▶ What you will do: Write the entries out in full, matching them exactly.

▶ Saved data entries:
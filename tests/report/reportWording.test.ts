import { describe, expect, it } from "vitest";
import { analyse, buildRecord, type AnalysisSettings } from "../../lib/analysis";
import { buildReportModel } from "../../lib/report/buildReportModel";
import { carryForwardDraft } from "../../lib/report/carryForwardDraft";
import { initialDraftSections } from "../../lib/report/initialDraftSections";
import { demoRecord } from "./demoRecord";
import { plainRampCsv } from "../../e2e/fixtures/plain-ramp.csv";

describe("report wording: rounded numbers with units, cut-offs in words, labels instead of field names", async () => {
  const record = await demoRecord("ventilatory-limitation");
  const result = analyse(record);
  const model = buildReportModel(result, record, "Demo (invented)", { status: "draft", sections: initialDraftSections(result) });

  it("writes the interpretation path with display precision, units and clinical signs", () => {
    expect(model.path.length).toBeGreaterThan(2);
    for (const p of model.path) {
      for (const text of [p.value, p.cutoff]) {
        expect(text).not.toMatch(/\d+\.\d{3,}/); // never more than 2 decimals
        expect(text).not.toMatch(/==|>=|<=|!=|\bn\/a\b|\btrue\b|\bfalse\b/);
      }
    }
    const effort = model.path[0];
    // The patient's RER is shown with 2 decimals (the rounding of the analysis' own value).
    const rer = result.indices.peaks.rerMax.value!;
    expect(effort.value).toContain(`Peak RER ${rer.toFixed(2)}`);
    // Peak RER > 1.05: ERS statement, Radtke et al. 2019, Eur Respir Rev 28:180101, Table 3 (confirmed).
    expect(effort.cutoff).toContain("Peak RER > 1.05");
    expect(effort.cutoff).toContain("VO2 plateau present");
    expect(effort.value).toMatch(/Peak HR \d+ % predicted/);
  });

  it("gives heart rates in whole bpm, each source once, and predicted values by their label", () => {
    const hrRows = model.keyValues.filter((r) => /heart|HR/i.test(r.label));
    expect(hrRows.length).toBeGreaterThanOrEqual(3);
    for (const r of hrRows) {
      expect(r.unit).toBe("bpm");
      expect(r.value).toMatch(/^(\d+|not determinable)$/);
    }
    for (const r of [...model.keyValues, ...model.thresholds, ...model.path, ...model.schemes])
      expect(new Set(r.sourceIds).size).toBe(r.sourceIds.length);
    const vo2 = model.keyValues.find((r) => r.label === "Peak VO2")!;
    expect(vo2.note).toMatch(/^predicted peak VO2 by Hansen, Sue & Wasserman 1984/);
    const internal = /\b(vo2PeakMlMin|vo2PeakMlKgMin|workMaxW|hrMaxBpm|o2PulseMaxMlBeat|veVco2NadirRatio|mvvLMin)\b/;
    for (const line of [...model.methods, ...model.keyValues.map((r) => r.note ?? "")]) expect(line).not.toMatch(internal);
    expect(model.methods.join(" ")).toContain("predicted maximal heart rate by");
    const vt1 = model.thresholds.find((t) => t.label === "VT1 (AT)")!;
    if (/\bHR \d/.test(vt1.note ?? "")) expect(vt1.note).toMatch(/\bHR \d+ bpm/);
  });
});

describe("carryForwardDraft (synthetic ramp, known by construction)", async () => {
  // e2e/fixtures/plain-ramp.csv.ts: VO2 500 → 2500 mL/min, man 50 y 175 cm 80 kg (invented).
  const bytes = new TextEncoder().encode(plainRampCsv());
  const record = (
    await buildRecord({
      bytes,
      fileName: "plain-ramp.csv",
      patient: { sex: "male", ageY: 50, heightCm: 175, weightKg: 80 },
      ergometer: "cycle",
    })
  ).record!;
  const before = analyse(record);
  const override: AnalysisSettings = {
    overrides: [{ which: "vt1", vo2MlMin: 1500, reason: "set by hand (test)", by: "tester", atIso: "2026-01-01T00:00:00.000Z" }],
  };
  const after = analyse(record, override);

  it("carries the reviewer's conclusion into the new draft and lists the threshold that changed", () => {
    const generated = initialDraftSections(before);
    const edited = generated.map((s) =>
      s.id === "conclusion" ? { ...s, paragraphs: ["Reviewer's own conclusion (test)."] } : s,
    );
    const out = carryForwardDraft({ reportId: 11, version: 1, status: "draft", sections: edited }, before, after, record);
    const conclusion = out.sections.find((s) => s.id === "conclusion")!;
    expect(conclusion.paragraphs).toEqual(["Reviewer's own conclusion (test)."]);
    expect(conclusion.recheck).toBeDefined();
    // The override set VT1 to 1500 mL/min (by construction of the settings above).
    expect(conclusion.recheck!.changes.some((c) => /^VT1 \(AT\): .* → 1500 mL\/min/.test(c))).toBe(true);
    expect(conclusion.recheck!.generated).toEqual(initialDraftSections(after).find((s) => s.id === "conclusion")!.paragraphs);
    // Sections the reviewer did not edit take the text generated from the new numbers.
    const thresholds = out.sections.find((s) => s.id === "thresholds")!;
    expect(thresholds.recheck).toBeUndefined();
    expect(thresholds.paragraphs.join(" ")).toContain("1500 mL/min");
    expect(out.carried).toEqual([conclusion.title]);
  });
});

▶ Written solution:
filename tests/report/reportWording.test.ts
import { describe, expect, it } from "vitest";
import { analyse, buildRecord, type AnalysisSettings } from "../../lib/analysis";
import { buildReportModel } from "../../lib/report/buildReportModel";
import { carryForwardDraft } from "../../lib/report/carryForwardDraft";
import { initialDraftSections } from "../../lib/report/initialDraftSections";
import { demoRecord } from "./demoRecord";
import { plainRampCsv } from "../../e2e/fixtures/plain-ramp.csv";

describe("report wording: rounded numbers with units, cut-offs in words, labels instead of field names", async () => {
  const record = await demoRecord("ventilatory-limitation");
  const result = analyse(record);
  const model = buildReportModel(result, record, "Demo (invented)", { status: "draft", sections: initialDraftSections(result) });

  it("writes the interpretation path with display precision, units and clinical signs", () => {
    expect(model.path.length).toBeGreaterThan(2);
    for (const p of model.path) {
      for (const text of [p.value, p.cutoff]) {
        expect(text).not.toMatch(/\d+\.\d{3,}/); // never more than 2 decimals
        expect(text).not.toMatch(/==|>=|<=|!=|\bn\/a\b|\btrue\b|\bfalse\b/);
      }
    }
    const effort = model.path[0];
    // The patient's RER is shown with 2 decimals (the rounding of the analysis' own value).
    const rer = result.indices.peaks.rerMax.value!;
    expect(effort.value).toContain(`Peak RER ${rer.toFixed(2)}`);
    // Peak RER > 1.05: ERS statement, Radtke et al. 2019, Eur Respir Rev 28:180101, Table 3 (confirmed).
    expect(effort.cutoff).toContain("Peak RER > 1.05");
    expect(effort.cutoff).toContain("VO2 plateau present");
    expect(effort.value).toMatch(/Peak HR \d+ % predicted/);
  });

  it("gives heart rates in whole bpm, each source once, and predicted values by their label", () => {
    const hrRows = model.keyValues.filter((r) => /heart|HR/i.test(r.label));
    expect(hrRows.length).toBeGreaterThanOrEqual(3);
    for (const r of hrRows) {
      expect(r.unit).toBe("bpm");
      expect(r.value).toMatch(/^(\d+|not determinable)$/);
    }
    for (const r of [...model.keyValues, ...model.thresholds, ...model.path, ...model.schemes])
      expect(new Set(r.sourceIds).size).toBe(r.sourceIds.length);
    const vo2 = model.keyValues.find((r) => r.label === "Peak VO2")!;
    expect(vo2.note).toMatch(/^predicted peak VO2 by Hansen, Sue & Wasserman 1984/);
    const internal = /\b(vo2PeakMlMin|vo2PeakMlKgMin|workMaxW|hrMaxBpm|o2PulseMaxMlBeat|veVco2NadirRatio|mvvLMin)\b/;
    for (const line of [...model.methods, ...model.keyValues.map((r) => r.note ?? "")]) expect(line).not.toMatch(internal);
    expect(model.methods.join(" ")).toContain("predicted maximal heart rate by");
    const vt1 = model.thresholds.find((t) => t.label === "VT1 (AT)")!;
    if (/\bHR \d/.test(vt1.note ?? "")) expect(vt1.note).toMatch(/\bHR \d+ bpm/);
  });
});

describe("carryForwardDraft (synthetic ramp, known by construction)", async () => {
  // e2e/fixtures/plain-ramp.csv.ts: VO2 500 → 2500 mL/min, man 50 y 175 cm 80 kg (invented).
  const bytes = new TextEncoder().encode(plainRampCsv());
  const record = (
    await buildRecord({
      bytes,
      fileName: "plain-ramp.csv",
      patient: { sex: "male", ageY: 50, heightCm: 175, weightKg: 80 },
      ergometer: "cycle",
    })
  ).record!;
  const before = analyse(record);
  const override: AnalysisSettings = {
    overrides: [{ which: "vt1", vo2MlMin: 1500, reason: "set by hand (test)", by: "tester", atIso: "2026-01-01T00:00:00.000Z" }],
  };
  const after = analyse(record, override);

  it("carries the reviewer's conclusion into the new draft and lists the threshold that changed", () => {
    const generated = initialDraftSections(before);
    const edited = generated.map((s) =>
      s.id === "conclusion" ? { ...s, paragraphs: ["Reviewer's own conclusion (test)."] } : s,
    );
    const out = carryForwardDraft({ reportId: 11, version: 1, status: "draft", sections: edited }, before, after, record);
    const conclusion = out.sections.find((s) => s.id === "conclusion")!;
    expect(conclusion.paragraphs).toEqual(["Reviewer's own conclusion (test)."]);
    expect(conclusion.recheck).toBeDefined();
    // The override set VT1 to 1500 mL/min (by construction of the settings above).
    expect(conclusion.recheck!.changes.some((c) => /^VT1 \(AT\): .* → 1500 mL\/min/.test(c))).toBe(true);
    expect(conclusion.recheck!.generated).toEqual(initialDraftSections(after).find((s) => s.id === "conclusion")!.paragraphs);
    // Sections the reviewer did not edit take the text generated from the new numbers.
    const thresholds = out.sections.find((s) => s.id === "thresholds")!;
    expect(thresholds.recheck).toBeUndefined();
    expect(thresholds.paragraphs.join(" ")).toContain("1500 mL/min");
    expect(out.carried).toEqual([conclusion.title]);
  });
});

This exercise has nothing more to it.